----- DATA

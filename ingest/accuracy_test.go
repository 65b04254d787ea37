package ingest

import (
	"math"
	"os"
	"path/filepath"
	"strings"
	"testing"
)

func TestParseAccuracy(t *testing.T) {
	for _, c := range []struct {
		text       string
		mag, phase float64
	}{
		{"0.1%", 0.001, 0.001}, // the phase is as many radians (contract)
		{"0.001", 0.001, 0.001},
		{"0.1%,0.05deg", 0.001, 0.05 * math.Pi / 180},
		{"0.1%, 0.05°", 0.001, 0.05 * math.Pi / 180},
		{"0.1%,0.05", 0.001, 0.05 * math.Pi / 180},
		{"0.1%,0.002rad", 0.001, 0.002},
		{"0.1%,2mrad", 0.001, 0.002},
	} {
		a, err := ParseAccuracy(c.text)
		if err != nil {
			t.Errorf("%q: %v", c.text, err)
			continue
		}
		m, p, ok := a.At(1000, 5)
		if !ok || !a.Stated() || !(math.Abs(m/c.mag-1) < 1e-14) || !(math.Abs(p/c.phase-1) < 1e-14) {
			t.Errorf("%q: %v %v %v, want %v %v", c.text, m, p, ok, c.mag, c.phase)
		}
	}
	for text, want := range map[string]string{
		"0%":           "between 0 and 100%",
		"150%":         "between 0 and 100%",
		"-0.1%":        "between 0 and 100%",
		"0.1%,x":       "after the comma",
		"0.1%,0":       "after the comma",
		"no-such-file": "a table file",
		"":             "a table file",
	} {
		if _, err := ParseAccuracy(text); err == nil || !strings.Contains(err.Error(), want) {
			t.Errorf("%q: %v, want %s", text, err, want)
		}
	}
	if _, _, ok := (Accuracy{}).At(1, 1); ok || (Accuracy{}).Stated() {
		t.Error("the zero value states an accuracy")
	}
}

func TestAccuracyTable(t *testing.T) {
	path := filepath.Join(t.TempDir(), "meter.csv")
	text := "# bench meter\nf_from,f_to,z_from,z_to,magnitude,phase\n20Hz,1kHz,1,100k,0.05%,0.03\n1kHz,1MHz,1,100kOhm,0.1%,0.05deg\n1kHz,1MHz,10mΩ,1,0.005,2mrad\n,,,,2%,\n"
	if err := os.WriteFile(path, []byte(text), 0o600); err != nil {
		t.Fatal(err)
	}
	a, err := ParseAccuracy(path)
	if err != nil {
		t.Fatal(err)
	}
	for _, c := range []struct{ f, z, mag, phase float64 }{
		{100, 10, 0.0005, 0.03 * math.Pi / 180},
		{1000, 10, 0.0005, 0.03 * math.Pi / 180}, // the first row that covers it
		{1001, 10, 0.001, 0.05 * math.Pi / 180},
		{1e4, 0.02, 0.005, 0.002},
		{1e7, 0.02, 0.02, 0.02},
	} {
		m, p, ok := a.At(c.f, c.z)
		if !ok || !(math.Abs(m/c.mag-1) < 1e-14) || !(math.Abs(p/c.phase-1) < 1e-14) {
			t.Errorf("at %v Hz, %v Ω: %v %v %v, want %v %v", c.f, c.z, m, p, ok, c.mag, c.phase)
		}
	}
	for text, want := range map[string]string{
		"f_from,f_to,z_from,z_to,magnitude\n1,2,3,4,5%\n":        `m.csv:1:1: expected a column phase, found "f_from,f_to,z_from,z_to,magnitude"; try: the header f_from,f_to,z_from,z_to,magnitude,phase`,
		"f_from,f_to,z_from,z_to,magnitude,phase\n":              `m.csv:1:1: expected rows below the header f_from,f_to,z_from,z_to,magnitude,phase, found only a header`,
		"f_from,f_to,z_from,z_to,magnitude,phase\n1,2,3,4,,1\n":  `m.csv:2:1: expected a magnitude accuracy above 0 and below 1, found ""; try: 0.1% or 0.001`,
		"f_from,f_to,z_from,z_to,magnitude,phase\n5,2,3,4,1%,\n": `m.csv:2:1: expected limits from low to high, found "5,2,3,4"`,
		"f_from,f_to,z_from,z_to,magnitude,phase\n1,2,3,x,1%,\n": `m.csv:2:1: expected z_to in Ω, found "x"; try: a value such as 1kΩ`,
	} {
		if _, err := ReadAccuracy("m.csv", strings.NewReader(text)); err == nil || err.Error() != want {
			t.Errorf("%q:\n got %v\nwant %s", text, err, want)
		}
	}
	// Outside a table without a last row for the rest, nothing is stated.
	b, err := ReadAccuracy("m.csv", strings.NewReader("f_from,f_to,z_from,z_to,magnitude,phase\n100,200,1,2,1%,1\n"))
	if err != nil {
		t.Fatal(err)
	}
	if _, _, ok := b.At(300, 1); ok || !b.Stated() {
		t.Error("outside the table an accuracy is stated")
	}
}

----------

TASK TO COMPLETE: Give back the entries above precisely as they appear.

WORKED SOLUTION:
filename ingest/accuracy_test.go
repository 65b04254d787ea37
package ingest

import (
	"math"
	"os"
	"path/filepath"
	"strings"
	"testing"
)

func TestParseAccuracy(t *testing.T) {
	for _, c := range []struct {
		text       string
		mag, phase float64
	}{
		{"0.1%", 0.001, 0.001}, // the phase is as many radians (contract)
		{"0.001", 0.001, 0.001},
		{"0.1%,0.05deg", 0.001, 0.05 * math.Pi / 180},
		{"0.1%, 0.05°", 0.001, 0.05 * math.Pi / 180},
		{"0.1%,0.05", 0.001, 0.05 * math.Pi / 180},
		{"0.1%,0.002rad", 0.001, 0.002},
		{"0.1%,2mrad", 0.001, 0.002},
	} {
		a, err := ParseAccuracy(c.text)
		if err != nil {
			t.Errorf("%q: %v", c.text, err)
			continue
		}
		m, p, ok := a.At(1000, 5)
		if !ok || !a.Stated() || !(math.Abs(m/c.mag-1) < 1e-14) || !(math.Abs(p/c.phase-1) < 1e-14) {
			t.Errorf("%q: %v %v %v, want %v %v", c.text, m, p, ok, c.mag, c.phase)
		}
	}
	for text, want := range map[string]string{
		"0%":           "between 0 and 100%",
		"150%":         "between 0 and 100%",
		"-0.1%":        "between 0 and 100%",
		"0.1%,x":       "after the comma",
		"0.1%,0":       "after the comma",
		"no-such-file": "a table file",
		"":             "a table file",
	} {
		if _, err := ParseAccuracy(text); err == nil || !strings.Contains(err.Error(), want) {
			t.Errorf("%q: %v, want %s", text, err, want)
		}
	}
	if _, _, ok := (Accuracy{}).At(1, 1); ok || (Accuracy{}).Stated() {
		t.Error("the zero value states an accuracy")
	}
}

func TestAccuracyTable(t *testing.T) {
	path := filepath.Join(t.TempDir(), "meter.csv")
	text := "# bench meter\nf_from,f_to,z_from,z_to,magnitude,phase\n20Hz,1kHz,1,100k,0.05%,0.03\n1kHz,1MHz,1,100kOhm,0.1%,0.05deg\n1kHz,1MHz,10mΩ,1,0.005,2mrad\n,,,,2%,\n"
	if err := os.WriteFile(path, []byte(text), 0o600); err != nil {
		t.Fatal(err)
	}
	a, err := ParseAccuracy(path)
	if err != nil {
		t.Fatal(err)
	}
	for _, c := range []struct{ f, z, mag, phase float64 }{
		{100, 10, 0.0005, 0.03 * math.Pi / 180},
		{1000, 10, 0.0005, 0.03 * math.Pi / 180}, // the first row that covers it
		{1001, 10, 0.001, 0.05 * math.Pi / 180},
		{1e4, 0.02, 0.005, 0.002},
		{1e7, 0.02, 0.02, 0.02},
	} {
		m, p, ok := a.At(c.f, c.z)
		if !ok || !(math.Abs(m/c.mag-1) < 1e-14) || !(math.Abs(p/c.phase-1) < 1e-14) {
			t.Errorf("at %v Hz, %v Ω: %v %v %v, want %v %v", c.f, c.z, m, p, ok, c.mag, c.phase)
		}
	}
	for text, want := range map[string]string{
		"f_from,f_to,z_from,z_to,magnitude\n1,2,3,4,5%\n":        `m.csv:1:1: expected a column phase, found "f_from,f_to,z_from,z_to,magnitude"; try: the header f_from,f_to,z_from,z_to,magnitude,phase`,
		"f_from,f_to,z_from,z_to,magnitude,phase\n":              `m.csv:1:1: expected rows below the header f_from,f_to,z_from,z_to,magnitude,phase, found only a header`,
		"f_from,f_to,z_from,z_to,magnitude,phase\n1,2,3,4,,1\n":  `m.csv:2:1: expected a magnitude accuracy above 0 and below 1, found ""; try: 0.1% or 0.001`,
		"f_from,f_to,z_from,z_to,magnitude,phase\n5,2,3,4,1%,\n": `m.csv:2:1: expected limits from low to high, found "5,2,3,4"`,
		"f_from,f_to,z_from,z_to,magnitude,phase\n1,2,3,x,1%,\n": `m.csv:2:1: expected z_to in Ω, found "x"; try: a value such as 1kΩ`,
	} {
		if _, err := ReadAccuracy("m.csv", strings.NewReader(text)); err == nil || err.Error() != want {
			t.Errorf("%q:\n got %v\nwant %s", text, err, want)
		}
	}
	// Outside a table without a last row for the rest, nothing is stated.
	b, err := ReadAccuracy("m.csv", strings.NewReader("f_from,f_to,z_from,z_to,magnitude,phase\n100,200,1,2,1%,1\n"))
	if err != nil {
		t.Fatal(err)
	}
	if _, _, ok := b.At(300, 1); ok || !b.Stated() {
		t.Error("outside the table an accuracy is stated")
	}
}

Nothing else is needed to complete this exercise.